NASA-PDS / nucleus

Nucleus is a software platform used to create workflows for the Planetary Data (PDS).
https://nasa-pds.github.io/nucleus
Apache License 2.0
0 stars 0 forks source link

Nucleus Airflow ECEOperator failed to launch ECS task with error "capacity is unavailable at this time" #86

Closed ramesh-maddegoda closed 2 months ago

ramesh-maddegoda commented 4 months ago

Checked for duplicates

Yes - I've already checked

🐛 Describe the bug

When Nucleus tried to process a large amount of data (a PDS data directory of Terra Bytes of size), the Airflow ECS Operator of Nucleus failed with the following error.
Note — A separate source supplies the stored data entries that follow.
TEST_P(Rank, SmallSpreadFarFromZeroIsNoConstant) {
  const Column noise = Noise(n_, 6);
  const Column far = Map(noise, [](double v) { return 1e9 + 1e-3 * v; });
  ExpectFull(true, {age_, far});
  // The spread that far carries is all that a second copy has to be measured by.
  ExpectRepeat(true, {far, Map(far, [](double v) { return v - 1e9; })}, {0, 1}, {-1e9, 1});
  // Added to 1e9, age keeps 7 decimals: the sum repeats it as far as doubles can tell.
  ExpectRepeat(true, {age_, Map(age_, [](double v) { return 1e9 + v; })}, {0, 1}, {1e9, 1}, {}, 7);
}

TEST_P(Rank, NearRepeatsThatDataCanTellApartStay) {
  Column near = age_;
  const Column noise = Noise(n_, 7);
  for (std::size_t i = 0; i < n_; ++i) near[i] += 1e-11 * noise[i];
  ExpectFull(true, {age_, near});
  std::vector<Column> powers;
  for (int power = 1; power <= 10; ++power)
    powers.push_back(Map(noise, [=](double v) { return std::pow(-6 + 1.5 * v, power); }));
  ExpectFull(true, powers);
  ExpectFull(false, powers);
}

TEST_P(Rank, OneIndicatedRowIsEnough) {
  Column rare(n_);
  rare[n_ / 2] = 1;
  ExpectFull(true, {age_, rare});
  Column outlier = Noise(n_, 8);
  outlier[3] = 1e12;
  ExpectFull(true, {outlier, age_});
}

TEST(LeastSquares, SeveralDroppedColumnsAreEachNamedByKeptOnes) {
  const Column a = Noise(40, 1), b = Noise(40, 2), y = Noise(40, 3);
  Column sum(40), difference(40);
  for (int i = 0; i < 40; ++i) {
    sum[i] = a[i] + b[i];
    difference[i] = a[i] - b[i];
  }
  const LeastSquares fit = Fit(true, {a, sum, b, difference}, y);
  ASSERT_EQ(fit.dropped.size(), 2u);
  EXPECT_EQ(fit.basis.kept, (std::vector<Index>{0, 1, 2}));
  EXPECT_EQ(Columns(fit.dropped[0]), (std::vector<Index>{1, 2}));
  EXPECT_TRUE(Agrees(-1, Coefficients(fit.dropped[0])[0], 13));
  EXPECT_TRUE(Agrees(1, Coefficients(fit.dropped[0])[1], 13));
  EXPECT_TRUE(Agrees(2, Coefficients(fit.dropped[1])[0], 13));
  EXPECT_TRUE(Agrees(-1, Coefficients(fit.dropped[1])[1], 13));
  // What is kept is fitted as if the rest had never been there.
  const LeastSquares alone = Fit(true, {a, sum}, y);
  EXPECT_TRUE(Agrees(alone.residual_ss, fit.residual_ss, 14));
  EXPECT_TRUE(Agrees(RawCoefficients(alone.basis)[2], RawCoefficients(fit.basis)[2], 13));
}

// --- Invariances ---------------------------------------------------------------------------------

TEST(LeastSquares, RowOrderChangesNothingButTheLastDigits) {
  const std::size_t n = 5000;
  Column a = Noise(n, 1), b = Noise(n, 2), y(n);
  const Column noise = Noise(n, 3);
  for (std::size_t i = 0; i < n; ++i) y[i] = 3 + a[i] - 2 * b[i] + noise[i];
  const Column before = RawCoefficients(Fit(true, {a, b}, y, {}, Extended::kNever).basis);
  std::vector<std::size_t> order(n);
  std::iota(order.begin(), order.end(), 0);
  std::shuffle(order.begin(), order.end(), std::mt19937(9));
  Column sa(n), sb(n), sy(n);
  for (std::size_t i = 0; i < n; ++i) {
    sa[i] = a[order[i]];
    sb[i] = b[order[i]];
    sy[i] = y[order[i]];
  }
  const Column after = RawCoefficients(Fit(true, {sa, sb}, sy, {}, Extended::kNever).basis);
  for (int j = 0; j < 3; ++j) EXPECT_TRUE(Agrees(before[j], after[j], 13.5)) << j;
}
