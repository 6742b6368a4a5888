#include "ext/registry.h"

#include <cstring>

#include "ext/aggregate.h"
#include "ext/connection.h"
#include "ext/function_tables.h"
#include "ext/table.h"

namespace ladderline {
namespace {

constexpr int kFlags = SQLITE_UTF8 | SQLITE_DETERMINISTIC | SQLITE_INNOCUOUS;

// A function's user data: its binding, and a share of the connection's state, which goes with the
// last function of the connection.
struct OwnedBinding {
  Binding binding;
  std::shared_ptr<Connection> connection;
};

void CheckedScalar(sqlite3_context* context, int count, sqlite3_value** values) {
  Guard(context, [&] {
    Call call(context, count, values);
    call.CheckCount();
    call.row().scalar(call);
  });
}

void Delete(void* owned) { delete static_cast<OwnedBinding*>(owned); }

int Register(sqlite3* db, const FunctionRow& row, int count,
             const std::shared_ptr<Connection>& connection) {
  // The host calls Delete itself when registration fails.
  auto* owned = new OwnedBinding{{row, *connection}, connection};
  if (row.kind == FunctionRow::Kind::kScalar) {
    return sqlite3_create_function_v2(db, row.name, count, kFlags, &owned->binding, CheckedScalar,
                                      nullptr, nullptr, Delete);
  }
  const AggregateMethods& methods = *row.aggregate;
  if (methods.inverse == nullptr) {
    return sqlite3_create_function_v2(db, row.name, count, kFlags, &owned->binding, nullptr,
                                      methods.step, methods.final, Delete);
  }
  return sqlite3_create_window_function(db, row.name, count, kFlags, &owned->binding, methods.step,
                                        methods.final, methods.value, methods.inverse, Delete);
}

}  // namespace

std::string ArgumentName(const FunctionRow& row, int i) {
  const char* text = row.arguments;
  for (int skipped = 0; skipped < i && text != nullptr; ++skipped) {
    text = std::strchr(text, ',');
    if (text != nullptr) ++text;
  }
  if (text != nullptr) {
    text += std::strspn(text, " [");
    const size_t length =
        std::strspn(text, "abcdefghijklmnopqrstuvwxyzABCDEFGHIJKLMNOPQRSTUVWXYZ0123456789_");
    if (length > 0) return std::string(text, length);
  }
  return "argument " + std::to_string(i + 1);
}

namespace {

// Whether this same build has registered everything before: the function asked is the last to come.
bool IsLoaded(sqlite3* db) {
  sqlite3_stmt* statement = nullptr;
  int rc = sqlite3_prepare_v2(db, "SELECT ladderline_version()", -1, &statement, nullptr);
  bool same = false;
  if (rc == SQLITE_OK && (rc = sqlite3_step(statement)) == SQLITE_ROW) {
    const auto* text = reinterpret_cast<const char*>(sqlite3_column_text(statement, 0));
    same = text != nullptr && VersionText() == text;
  }
  sqlite3_finalize(statement);
  if (rc == SQLITE_NOMEM) throw std::bad_alloc();
  return same;
}

}  // namespace

void RegisterAll(sqlite3* db) {
  const auto connection = std::make_shared<Connection>();
  for (const std::span<const FunctionRow> table : AllFunctions()) {
    for (const FunctionRow& row : table) {
      int rc = SQLITE_OK;
      if (row.kind == FunctionRow::Kind::kTable) {
        rc = RegisterTable(db, row, connection);
      } else if (row.most_arguments == kAnyCount) {
        rc = Register(db, row, kAnyCount, connection);
      } else {
        for (int n = row.least_arguments; n <= row.most_arguments && rc == SQLITE_OK; ++n)
          rc = Register(db, row, n, connection);
      }
      if (rc == SQLITE_NOMEM) throw std::bad_alloc();
      if (rc == SQLITE_BUSY) {
        if (IsLoaded(db)) return;
        throw CallError("ladderline: there is a function " + std::string(row.name) +
                        " already, which cannot be replaced while a statement runs; load "
                        "ladderline before other extensions");
      }
      if (rc != SQLITE_OK) {
        throw CallError("ladderline: could not register " + std::string(row.name) + ": " +
                        sqlite3_errmsg(db));
      }
    }
  }
}

}  // namespace ladderline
airflow.providers.amazon.aws.exceptions.EcsOperatorError: {'tasks': [], 'failures': [{'reason': 'Capacity is unavailable at this time. Please try again later or in a different availability zone'}], 'ResponseMetadata': {'RequestId': 'bac90ba4-ca6d-4305-a04e-a08d95750de8', 'HTTPStatusCode': 200, 'HTTPHeaders': {'x-amzn-requestid': 'bac90ba4-ca6d-4305-a04e-a08d95750de8', 'content-type': 'application/x-amz-json-1.1', 'content-length': '135', 'date': 'Thu, 22 Feb 2024 08:03:23 GMT'}, 'RetryAttempts': 0}} [2024-02-22, 08:03:24 UTC] {{taskinstance.py:1345}} INFO - Marking task as FAILED. dag_id=PDS_Basic_Registry_Use_Case_Messenger-jplaws, task_id=Validate_Products, execution_date=20240222T080314, start_date=20240222T080323, end_date=20240222T080324 [2024-02-22, 08:03:24 UTC] {{standard_task_runner.py:104}} ERROR - Failed to execute job 76966 for task Validate_Products ({'tasks': [], 'failures': [{'reason': 'Capacity is unavailable at this time. Please try again later or in a different availability zone'}], 'ResponseMetadata': {'RequestId': 'bac90ba4-ca6d-4305-a04e-a08d95750de8', 'HTTPStatusCode': 200, 'HTTPHeaders': {'x-amzn-requestid': 'bac90ba4-ca6d-4305-a04e-a08d95750de8', 'content-type': 'application/x-amz-json-1.1', 'content-length': '135', 'date': 'Thu, 22 Feb 2024 08:03:23 GMT'}, 'RetryAttempts': 0}}; 15455) [2024-02-22, 08:03:24 UTC] {{local_task_job_runner.py:225}} INFO - Task exited with return code 1 [2024-02-22, 08:03:24 UTC] {{taskinstance.py:2653}} INFO - 0 downstream tasks scheduled from follow-on schedule check

🕵️ Expected behavior

I expected the Nucleus to process a large amount of data (a PDS data directory of Terra Bytes of size)without failing.

📜 To Reproduce

Tigger Nucleus workflow PDS_Basic_Registry_Use_Case_Messenger-jplaws with over 1000 times in a short duration.

🖥 Environment Info

📚 Version of Software Used

No response

🩺 Test Data / Additional context

No response

🦄 Related requirements

🦄 #xyz

⚙️ Engineering Details

No response

jordanpadams commented 2 months ago

No longer applicable due to change in architecture.